When determining whether an equitable lien should be imposed, the Court must look to applicable state law. See First Union National Bank of Florida v. Diamond (In re Diamond), 196 B.R. 635 (Bankr.S.D.Fla.1996) (citing Bob Cooper, Inc. v. City of Venice (Matter of Bob Cooper, Inc.), 65 B.R. 609, 611 (Bankr. M.D.Fla.1986)). The prevailing view in Florida is that equitable liens may be founded upon two bases: (1) a written contract that indicates an intention to charge a particular property with a debt or obligation; or (2) a declaration by a court out of general considerations of right or justice as applied to the particular circumstances of a case. See Jones v. Carpenter, 90 Fla. 407, 413-14, 106 So. 127 (1925); Ross v. Gerung, 69 So.2d 650, 652 (Fla. 1954); Bob Cooper, 60 B.R. at 583.

In the instant proceeding, Defendant alleges that the Consent Order demonstrates a contractual intent to secure the child support obligation with a lien against the lottery proceeds. The Consent Order specifically addresses the lottery winnings and awards Defendant half of the proceeds as part of a division of marital property.4 Although the Consent Order requires Debtor to pay child support payments to Defendant, it does not expressly grant a lien or security interest to secure those payments. A thorough examination of the Consent Order reveals that the document was not intended to grant Defendant a lien on the lottery proceeds to secure her right to future child support payments.
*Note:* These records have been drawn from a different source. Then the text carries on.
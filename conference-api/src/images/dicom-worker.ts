/**
 * What runs beside the server to decode DICOM: plain CommonJS text, so that it needs no build of its own.
 * It takes one file after another, and answers each with grey or RGB bytes, or with a refusal.
 */
export const DICOM_WORKER = `
const { parentPort, workerData } = require('node:worker_threads');
const load = require('node:module').createRequire(workerData.base);
const dcmjs = load('dcmjs');
dcmjs.log?.disableAll?.();
for (const name of ['log', 'info', 'warn', 'error', 'debug']) console[name] = () => {};
const { DicomImage, NativePixelDecoder } = load('dcmjs-imaging');
const ready = NativePixelDecoder.initializeAsync();

// the same spacing down and across, in mm; pixels that are not square have no one scale
const spacingOf = (image) => {
  const spacing = image.getElement('PixelSpacing') ?? image.getElement('ImagerPixelSpacing');
  const list = Array.isArray(spacing) ? spacing.map(Number) : typeof spacing === 'string' ? spacing.split('\\\\').map(Number) : [];
  const square = list.length === 2 && list.every((n) => Number.isFinite(n) && n > 0) && Math.abs(list[0] - list[1]) <= list[0] * 1e-3;
  return square ? list[0] : null;
};

const isGrey = (rgba) => {
  for (let i = 0; i < rgba.length; i += 4) if (rgba[i] !== rgba[i + 1] || rgba[i] !== rgba[i + 2]) return false;
  return true;
};

const withoutAlpha = (rgba, channels) => {
  const pixels = new Uint8Array((rgba.length / 4) * channels);
  for (let from = 0, to = 0; from < rgba.length; from += 4) for (let channel = 0; channel < channels; channel++) pixels[to++] = rgba[from + channel];
  return pixels;
};

const render = (file) => {
  const image = new DicomImage(file);
  const width = image.getWidth(), height = image.getHeight();
  if (!(width > 0 && height > 0)) return { refusal: 'no-picture' };
  if (width * height > workerData.mostPixels) return { refusal: 'too-large' };
  const result = image.render({ renderOverlays: false });
  const rgba = new Uint8Array(result.pixels);
  if (rgba.length !== result.width * result.height * 4) return { refusal: 'broken' };
  const channels = isGrey(rgba) ? 1 : 3;
  return { width: result.width, height: result.height, channels, pixels: withoutAlpha(rgba, channels), pixelSpacingMm: spacingOf(image) };
};

parentPort.on('message', async (file) => {
  let answer;
  try {
    await ready;
    answer = render(file);
  } catch {
    answer = { refusal: 'broken' };
  }
  parentPort.postMessage(answer, answer.pixels ? [answer.pixels.buffer] : []);
});
`;
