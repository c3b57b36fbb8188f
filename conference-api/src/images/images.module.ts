import { Module } from '@nestjs/common';
import { MulterModule } from '@nestjs/platform-express';
import { memoryStorage } from 'multer';
import { Settings } from '../config/settings.js';
import { DicomRenderer } from './dicom-renderer.service.js';
import { ImageAddresses } from './image-addresses.js';
import { ImageFilesService } from './image-files.service.js';
import { ImageProcessor } from './image-processor.service.js';
import { ImageSweepService } from './image-sweep.service.js';
import { ImagesController } from './images.controller.js';
import { ImagesService } from './images.service.js';

@Module({
  imports: [
    MulterModule.registerAsync({
      inject: [Settings],
      // in memory only: what is not cleaned yet must not touch a disk
      useFactory: (settings: Settings) => ({
        storage: memoryStorage(),
        limits: { fileSize: settings.uploadMaxBytes, files: 1, fields: 10, fieldSize: 4096, parts: 12 },
      }),
    }),
  ],
  controllers: [ImagesController],
  providers: [ImagesService, ImageFilesService, ImageProcessor, DicomRenderer, ImageAddresses, ImageSweepService],
  exports: [ImagesService, ImageSweepService],
})
export class ImagesModule {}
Accordingly, the Court must now examine the second ground that supports granting an equitable lien in Florida. The Plaintiff points out that the bankruptcy court in Diamond stated that "the imposition of an equitable lien based upon general considerations of right or justice requires some equitable basis supporting a court's equitable jurisdiction such as fraud, mutual mistake, estoppel or reprehensible conduct." 196 B.R. at 639 (citations omitted). The Court notes that the court in Diamond was dealing with the imposition of an equitable lien on homestead real property, while in the present case, the Court is faced with the issue of whether an equitable lien should be imposed upon a specified source of money. 196 B.R. at 639. See Fidelity Serv. Co. v. Grocki (In re Grocki), 147 B.R. 274, 278 (Bankr. S.D.Fla.1992) (noting, when equitable lien sought against homestead real property, fraudulent or egregious act on part of homestead beneficiary must be proven); Meltzer v. Mantovani (In re Meltzer), 171 B.R. 166, 168-69 (Bankr.S.D.Fla.1994) (same); see also Rinker Materials Corp. v. Palmer First Nat'l Bank & Trust Co., 361 So.2d 156 (Fla.1978) (holding equitable estoppel suit involving real property must be supported by proof of fraud, misrepresentation, or other affirmative deception); but see North Am. Airlines, Inc. v. McCracken (Matter of Jet Executive Int'l, Inc.), 27 B.R. 61, 63 (Bankr.S.D.Fla.1983) (implying clear showing of fraud or misrepresentation needed to establish equitable lien against personal property).